Tiago Silva
Lawyer at Marcos Martins Advogados
The expression “Complex Tax Debt” carries a number of myths in its context, and is almost always considered to be unpayable. However, this view reveals certain limitations, be it a lack of knowledge of the legislation, procedural rules or even tools for its proper management.
It is therefore important to establish the criteria used here to classify a tax debt as complex.
Obviously, this classification does not only take into account the procedures necessary to establish the calculation basis and amount of a tax, as this would indicate that all of them are complex, given that Brazil has one of the most complicated tax systems in the world.
A tax debt is considered complex if it can no longer be supported by the company’s cash flow, if it is the result of several infraction notices with significant amounts (either due to misinterpretation of the rules or ignorance of their changes), if it cannot be settled (ordinary installment plan or simplified installment plan) together with the payment of outstanding taxes, if important assets have been seized or if debts are already being demanded from partners and directors.
Note that the complexity is linked to the level of stress that the debt causes, a situation that often leads entrepreneurs and directors to choose momentary “solutions” that end up burdening companies even more in the long term.
This is usually due to a lack of proper analysis of the problem faced, as well as a failure to consider its effects over time, disregarding the impact of that measure over the course of a day, a month, a year, five years, ten years, fifteen years or more.
Anyone who thinks that postponing the payment of this debt, or simply waiting for the statute of limitations to run, are solutions for this type of debt or any other, is mistaken.
Complex tax debts require in-depth knowledge of tax legislation, an understanding of the full extent of the problem and the execution of customized planning, with the help of tools equipped with artificial intelligence.

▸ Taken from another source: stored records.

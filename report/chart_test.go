package report

import (
	"bytes"
	"fmt"
	"math"
	"strings"
	"testing"

	"gonum.org/v1/plot"
	"gonum.org/v1/plot/vg"
	"gonum.org/v1/plot/vg/draw"

	"slowpoint/model"
	"slowpoint/rules"
)

// crowded is a chart as low as on the page for the kitchen: a steep rise and a slow fall, three limits with long names, two instants.
func crowded(fallS float64) *chart {
	f := &chart{x0: 0, x1: 8, y0: -5, y1: 95, size: kitchen}
	l := line{name: "centre"}
	at := func(x float64) float64 {
		if x < 2 {
			return 10 + 70*(1-math.Exp(-2*x))
		}
		return 3 + 75*math.Exp(-(x-2)*3600/fallS)
	}
	for x := 0.0; x <= 8; x += 0.05 {
		l.x, l.y = append(l.x, x), append(l.y, at(x))
	}
	f.lines = []line{l}
	for _, c := range []float64{60, 21, 5} {
		f.levels = append(f.levels, level{words: []string{plain(c, 0, nearest) + " °C", "A code 7(3): from sixty to twenty-one in two hours (+1)"}, y: c, from: 2, to: 8})
	}
	for _, x := range []float64{2.2, 3} {
		f.spots = append(f.spots, spot{fmt.Sprintf("clock passes %.0f min", x*60), x, at(x)})
	}
	return f
}

// No label of a crowded chart lies on a curve or on another label, and no line to a label crosses one.
func TestLabelsCoverNothing(t *testing.T) {
	d := newDoc(roastHead(), "T")
	d.page()
	for _, fallS := range []float64{1200, 2400, 3600, 5400} {
		t.Run(plain(fallS/60, 0, nearest)+" min", func(t *testing.T) {
			f := crowded(fallS)
			c := draw.Canvas{Canvas: d.canvas(d.left, d.y, 140, 40), Rectangle: vg.Rectangle{Max: vg.Point{X: 380, Y: 95}}}
			x := func(v float64) vg.Length { return vg.Length((v - f.x0) / (f.x1 - f.x0) * 380) }
			y := func(v float64) vg.Length { return vg.Length((v - f.y0) / (f.y1 - f.y0) * 95) }
			taken := &labels{}
			curve := f.runs(x, y, 0, taken)[0]
			notes := f.notes(c, x, y, taken)
			if len(notes) != 5 {
				t.Fatalf("%d labels", len(notes))
			}
			in := func(p vg.Point, b vg.Rectangle) bool {
				return p.X > b.Min.X && p.X < b.Max.X && p.Y > b.Min.Y && p.Y < b.Max.Y
			}
			for i, n := range notes {
				if n.box.Min.X < 0 || n.box.Min.Y < 0 || n.box.Max.X > 381 || n.box.Max.Y > 95 {
					t.Errorf("%q leaves the chart", n.words)
				}
				for _, p := range curve {
					if in(p, n.box) {
						t.Errorf("%q lies on the curve", n.words)
						break
					}
				}
				for k, m := range notes {
					dx, dy := min(n.box.Max.X, m.box.Max.X)-max(n.box.Min.X, m.box.Min.X), min(n.box.Max.Y, m.box.Max.Y)-max(n.box.Min.Y, m.box.Min.Y)
					if k > i && dx > 0.5 && dy > 0.5 {
						t.Errorf("%q lies on %q", n.words, m.words)
					}
					for q := vg.Length(0.05); k != i && n.from != nil && q < 0.95; q += 0.05 {
						if in(vg.Point{X: n.from.X + q*(n.to.X-n.from.X), Y: n.from.Y + q*(n.to.Y-n.from.Y)}, m.box) {
							t.Errorf("the line to %q crosses %q", n.words, m.words)
							break
						}
					}
				}
			}
		})
	}
}

// Numbers at the lower axis that would touch are left out, with their marks kept.
func TestTicksKeepApart(t *testing.T) {
	f := &chart{x0: 0, x1: 10, size: small, xTicks: []plot.Tick{{Value: 0, Label: "0"}, {Value: 4, Label: "4"}, {Value: 5, Label: "104"}, {Value: 5.4, Label: "104.5"}, {Value: 6, Label: "105"}, {Value: 9, Label: "108"}}}
	for _, c := range []struct {
		wide float64 // pt
		want string
	}{{400, "0 4 104 - 105 108"}, {1200, "0 4 104 104.5 105 108"}, {120, "0 4 - - 105 108"}} {
		var got []string
		for _, k := range f.apart(c.wide) {
			if k.Label == "" {
				k.Label = "-"
			}
			got = append(got, k.Label)
		}
		if s := strings.Join(got, " "); s != c.want {
			t.Errorf("%g pt: %s, want %s", c.wide, s, c.want)
		}
	}
	if f.xTicks[3].Label != "104.5" {
		t.Error("the chart itself was changed")
	}
}

// The words over a section stand clear of a place marked at its top, and a long name beside a short line gives way.
func TestSketchWordsStandClear(t *testing.T) {
	h, p := roastHead(), roast(t, model.Brick, rules.Met)
	p.Product.Size = model.Size{ThicknessM: 0.05, WidthM: 0.08, LengthM: 0.127}
	d := newDoc(h, "T")
	d.page()
	top := d.y
	d.sketch(&p.Product, model.Place{UpM: 0.025}, "top", 42)
	pages, _, _ := pageBoxes(t, finished(t, d))
	for _, b := range pages[0] {
		if b.word == "across" && b.y1 > (top+7-2.6)/mmPerPt {
			t.Errorf("the caption ends at %.1f pt, on the mark at the top of the section", b.y1)
		}
	}
}

func finished(t *testing.T, d *doc) []byte {
	t.Helper()
	var b bytes.Buffer
	if err := d.finish(&b); err != nil {
		t.Fatal(err)
	}
	return b.Bytes()
}

// The part that decides has at least half of the axis of time where it meets steps of very different lengths, a short step keeps to
// scale beside it, and every axis has at least three numbers.
func TestTimeAxisShowsWhatDecides(t *testing.T) {
	for _, c := range []struct {
		name       string
		hours      []float64
		start, at  float64 // of the clock and the deciding instant, h
		from, to   int     // the part
		least      float64 // share of the axis
		mostOfRest float64 // share of the first step outside
	}{
		{"a pot stands a quarter of an hour, then 15 h in the refrigerator", []float64{0.25, 15}, 5, 15.2, 1, 1, 0.9, 0.05},
		{"a store of two days decides", []float64{2, 3, 48}, 6, 50, 2, 2, 0.6, 0.2},
		{"cook of 20 min before a long chill", []float64{1. / 3, 5}, 0.2, 0.3, 0, 0, 0.5, 0.5},
		{"reheat of 21 min at the end", []float64{1. / 3, 1.5, 2.1, 24, 0.35}, 28.1, 28.2, 4, 4, 0.5, 0.1},
		{"a clock over two steps", []float64{2, 0.2, 4, 40}, 2.1, 5, 1, 2, 0.5, 0.4},
		{"two long steps alone", []float64{9, 70}, 1, 8, 0, 0, 0.5, 0.5},
		{"seconds", []float64{0.002}, 0, 0.001, 0, 0, 1, 0},
		{"alike", []float64{1, 2, 3}, 0.1, 0.9, 0, 0, 0.16, 0.4},
	} {
		t.Run(c.name, func(t *testing.T) {
			h, now := &model.History{}, 0.0
			for _, d := range c.hours {
				h.Spans = append(h.Spans, model.Span{StartS: now, EndS: now + d*3600})
				now += d * 3600
			}
			start, at := c.start*3600, c.at*3600
			d := &deciding{history: h, finding: &rules.Finding{ClockStartS: &start, AtS: &at}}
			if got := d.part(); got != (stretch{c.from, c.to}) {
				t.Fatalf("part %v, want %d to %d", got, c.from, c.to)
			}
			a := newTimeAxis(h, d.part())
			if got := (a.pieces[c.to].x1 - a.pieces[c.from].x0) / a.end(); got < c.least-1e-9 {
				t.Errorf("what decides has %.2f of the axis, want at least %.2f", got, c.least)
			}
			out := 0
			if c.from == 0 {
				out = c.to + 1
			}
			if out < len(a.pieces) {
				if got := (a.pieces[out].x1 - a.pieces[out].x0) / a.end(); got > c.mostOfRest+1e-9 {
					t.Errorf("step %d has %.2f of the axis, want at most %.2f", out+1, got, c.mostOfRest)
				}
			}
			f := &chart{x1: a.end(), size: kitchen, xTicks: a.ticks}
			numbers := 0
			for _, k := range f.apart(330) { // pt: as wide as on the page for the kitchen
				numbers += btoi(k.Label != "")
			}
			if numbers < 3 {
				t.Errorf("%d numbers at the axis: %v", numbers, a.ticks)
			}
			for i := 1; i < len(a.ticks); i++ {
				if a.ticks[i].Value <= a.ticks[i-1].Value || a.ticks[i].Label == a.ticks[i-1].Label {
					t.Errorf("mark %v after %v", a.ticks[i], a.ticks[i-1])
				}
			}
		})
	}
}

// The words of a limit stay within the steps that it is about, off their borders and off curves.
func TestLimitWordsKeepToTheirSteps(t *testing.T) {
	d := newDoc(roastHead(), "T")
	d.page()
	const wide, high = 380, 120 // pt
	for _, c := range []struct {
		name     string
		from, to float64 // of the step, of 8
		y        float64
	}{{"wide step", 3, 8, 63}, {"short step", 3, 4.2, 63}, {"first step", 0, 2, 63}, {"last step under the fall", 6.6, 8, 20}, {"one unit only", 2, 2.95, 45}} {
		t.Run(c.name, func(t *testing.T) {
			f := crowded(3600)
			f.bands = []band{{name: "a", from: 0, to: c.from}, {name: "b", from: c.from, to: c.to}, {name: "c", from: c.to, to: 8}}
			f.spots = nil
			f.levels = []level{{words: []string{"145 °F (62.78 °C)", "A code 7(3): from sixty to twenty-one in two hours (+1)"}, y: c.y, from: c.from, to: c.to}}
			can := draw.Canvas{Canvas: d.canvas(d.left, d.y, 140, 40), Rectangle: vg.Rectangle{Max: vg.Point{X: wide, Y: high}}}
			x := func(v float64) vg.Length { return vg.Length(v / 8 * wide) }
			y := func(v float64) vg.Length { return vg.Length((v - f.y0) / (f.y1 - f.y0) * high) }
			taken := &labels{}
			f.plotBands(can, x, taken)
			curve := f.runs(x, y, 0, taken)[0]
			taken.add(vg.Rectangle{Min: vg.Point{X: x(c.from), Y: y(c.y) - 0.7}, Max: vg.Point{X: x(c.to), Y: y(c.y) + 0.7}})
			n := f.notes(can, x, y, taken)[0]
			if !strings.HasPrefix(n.words[0], "145 °F") {
				t.Errorf("%q", n.words)
			}
			if n.box.Min.X < x(c.from) || n.box.Max.X > x(c.to) {
				t.Errorf("%q goes from %.0f to %.0f pt, its step from %.0f to %.0f", n.words, n.box.Min.X, n.box.Max.X, x(c.from), x(c.to))
			}
			for _, p := range curve {
				if p.X > n.box.Min.X && p.X < n.box.Max.X && p.Y > n.box.Min.Y && p.Y < n.box.Max.Y {
					t.Errorf("%q lies on the curve", n.words)
					break
				}
			}
		})
	}
}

Any other way of combating these demands can be considered outdated, especially when you consider that, on the other side, the tax authorities (Federal, State and Municipal) are looking for ways to increase their revenue, including the use of state-of-the-art computers capable of cross-referencing data from all taxpayers.
Furthermore, it’s no surprise that many tax requirements contravene laws and the federal constitution itself – just check out the abusive interest on some charges, confiscatory fines or even the undue expansion of the tax base.
So how can taxpayers combat complex tax debts? Simple, by using experience and human and artificial intelligence.
Take a real case in which the company had accumulated a tax debt considered by the partners to be unpayable, exceeding 45% of the company’s assets, originating from several tax assessments, the payment of which in a common line did not fit into its cash flow.
After carrying out various works, it was found that a large part of the amount demanded, approximately half, was undue, authorizing the use of various judicial and administrative measures to correct it.
Subsequently, it was identified that the company had been paying some taxes using an increased calculation basis, which, once duly adjusted, led to an improvement in cash flow, as well as the possibility of recovering what it had unduly paid over the last five years.
In order to settle the debts and make it possible to issue a negative debt certificate and a positive certificate with a negative effect, the best time and form for settling the debt was identified, with discounts – all duly mapped out.
You can see that experience and human and artificial intelligence are key elements in finding solutions to complex tax debts, allowing companies to grow again and deliver the results expected by all its members.
When faced with complex tax debts, you need to go beyond tax knowledge. You need to understand the market in which the company operates, be aware of the cash flow and its variables, and know the concerns of the partners and directors. In other words, you need to be part of the whole, placing yourself as a strategic partner in the search for results for the company.